LPC Blog

The Library Publishing Coalition Blog is used to share news and updates about the LPC and the Library Publishing Forum, to draw attention to items of interest to the community, and to publish informal commentaries by LPC members and friends.

Editor’s note: This is a guest post in our Library Publishing Pain Points series, featuring reflections from our Library Publishing Workflows partners on the challenges they face in implementing, running, and sustaining their library publishing workflows.


headshot of Vanessa Gabler
Vanessa Gabler, University of Pittsburg

Library publishing programs often operate as a collection of individuals or teams working both independently and together throughout various stages of the process. An editorial team (Editor in Chief, editorial board, managing editor, etc.,) typically manages the editorial process, perhaps with guidance from the library. Other portions of the workflow like production, indexing, and support of the software platform, may be managed by the library, the editorial team, third parties, or a mix. Many people work on the same journal with a variety of roles and responsibilities, people are often coming and going throughout the lifetime of a journal, and the work is performed at various locations rather than in a central office housing all participants, so who does what and how can sometimes get confusing.

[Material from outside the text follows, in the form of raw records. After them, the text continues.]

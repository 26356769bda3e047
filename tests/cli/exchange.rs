//! `fluxbound import` and `fluxbound export`.

use super::{TempPath, fluxbound, stderr_of, stdout_of};
use serde_json::Value;

#[test]
fn import_prints_the_busbar_room_site_and_lists_what_it_skipped_on_standard_error() {
    let out =
        fluxbound(&["import", "examples/busbar-room.dxf", "--mapping", "examples/busbar-room-mapping.json"], None);
    assert!(out.status.success(), "{}", stderr_of(&out));
    let site: Value = serde_json::from_str(&stdout_of(&out)).unwrap();
    assert_eq!(site["conductors"].as_array().unwrap().len(), 4);
    let err = stderr_of(&out);
    assert!(
        err.contains("skipped LWPOLYLINE at handle") && err.contains("on layer WALLS: the layer is not in the mapping"),
        "{err}"
    );
    assert!(err.contains("skipped TEXT at handle"), "{err}");
}

#[test]
fn import_writes_the_skipped_items_as_json_when_asked() {
    let report = TempPath::unique("report.json");
    let out = fluxbound(
        &[
            "import",
            "examples/busbar-room.dxf",
            "--mapping",
            "examples/busbar-room-mapping.json",
            "--report",
            report.to_str().unwrap(),
        ],
        None,
    );
    assert!(out.status.success(), "{}", stderr_of(&out));
    let r: Value = serde_json::from_str(&std::fs::read_to_string(&*report).unwrap()).unwrap();
    assert_eq!(r["skipped"].as_array().unwrap().len(), 2, "{r}");
    assert_eq!(r["skipped"][0]["layer"], "WALLS");
}

#[test]
fn an_exported_site_imports_back_to_the_same_document() {
    let geo = TempPath::unique("site.geojson");
    let out = fluxbound(&["export", "examples/site-switch-room.json", "--format", "geojson"], None);
    assert!(out.status.success(), "{}", stderr_of(&out));
    std::fs::write(&*geo, out.stdout).unwrap();
    let back = fluxbound(&["import", geo.to_str().unwrap()], None);
    assert!(back.status.success(), "{}", stderr_of(&back));
    let original: Value = serde_json::from_str(
        &std::fs::read_to_string(super::manifest_dir().join("examples/site-switch-room.json")).unwrap(),
    )
    .unwrap();
    let imported: Value = serde_json::from_str(&stdout_of(&back)).unwrap();
    assert_eq!(imported["conductors"].as_array().unwrap().len(), original["conductors"].as_array().unwrap().len());
    assert_eq!(imported["conductors"][0]["path"], original["conductors"][0]["path"]);
}

#[test]
fn export_dxf_writes_the_mapping_that_reads_it_back() {
    let (dxf, map) = (TempPath::unique("site.dxf"), TempPath::unique("map.json"));
    let out = fluxbound(
        &["export", "examples/site-switch-room.json", "--format", "dxf", "--mapping-out", map.to_str().unwrap()],
        None,
    );
    assert!(out.status.success(), "{}", stderr_of(&out));
    std::fs::write(&*dxf, out.stdout).unwrap();
    let back = fluxbound(&["import", dxf.to_str().unwrap(), "--mapping", map.to_str().unwrap()], None);
    assert!(back.status.success(), "{}", stderr_of(&back));
    assert_eq!(stderr_of(&back), "", "nothing skipped, nothing assumed");
}

#[test]
fn import_of_a_file_without_a_known_extension_names_the_format_flag() {
    let out = fluxbound(&["import", "README.md"], None);
    assert_eq!(out.status.code(), Some(1));
    assert!(stderr_of(&out).contains("--format: the file's extension names no format"), "{}", stderr_of(&out));
}

#[test]
fn a_mapping_problem_names_the_mapping_flag_and_its_pointer() {
    let map =
        super::temp_file("map", r#"{"layers": {"BB-L1": {"kind": "conductor", "phase": "A", "radius_m": 0.01}}}"#);
    let out = fluxbound(&["import", "examples/busbar-room.dxf", "--mapping", map.to_str().unwrap()], None);
    assert_eq!(out.status.code(), Some(1));
    let err = stderr_of(&out);
    assert!(
        err.contains("--mapping ") && err.contains("/layers/BB-L1/circuit: a conductor layer needs the circuit"),
        "{err}"
    );
}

A significant pain point for us is control over the “publish button.” We use the OJS software platform, and anyone with the role of an editor in the system is able to publish content. Editors create issues in the system and can then publish the issue with the press of a button. We also have several journals using a publish-as-you-go model, and to adapt OJS to this workflow we publish an issue and then add content to it one article at a time. In that workflow, articles become published at the time they are scheduled for publication in a current or back issue, something anyone with the role of editor in the system can do. 

However, our program’s workflow requires that only the library publishes content after a quality control review. Our journals’ editorial teams perform the production activities, but we perform a quality control review of the articles to ensure the metadata is complete and matches the content in the PDFs and that there are no problems with the PDFs. This is particularly important for DOIs, which appear on every page of the PDFs we publish.

Common errors caught during our reviews are mismatches in authorship, e.g., an author is missing in one place or formatted differently between the metadata and PDF; changes to titles, abstracts, or references during copyediting that were not updated in the metadata; incorrect issue enumeration in the PDF; and incorrect DOIs in the PDF. Errors that affect the metadata or the DOI cannot simply be corrected in the online system and often require an erratum and/or cleanup work with CrossRef and indexing services. Journal editors typically want to avoid publishing errata whenever possible, and cleanup of downstream services can be complicated. It is far better to catch these errors prior to publication whenever possible.

With our current setup of many people working independently but together, a member of the editorial team will occasionally publish content without notifying us. Our Service Agreements state that only the ULS can publish content after receiving notice at least 3 business day in advance of the intended publication date, but these Service Agreements are not always shared with the entire editorial team and incoming members. We also discuss this requirement during the initial stages of taking on a new journal, but that information can be easily forgotten or not shared with other team members. We will continue to communicate the importance of this to our journal partners and find ways to improve that communication, but the best solution for us would be for the system to allow for greater limitation of the publish and schedule for publication functionality, perhaps allowing for one or both functions to be limited to only admin users when those options are selected by the site administrator.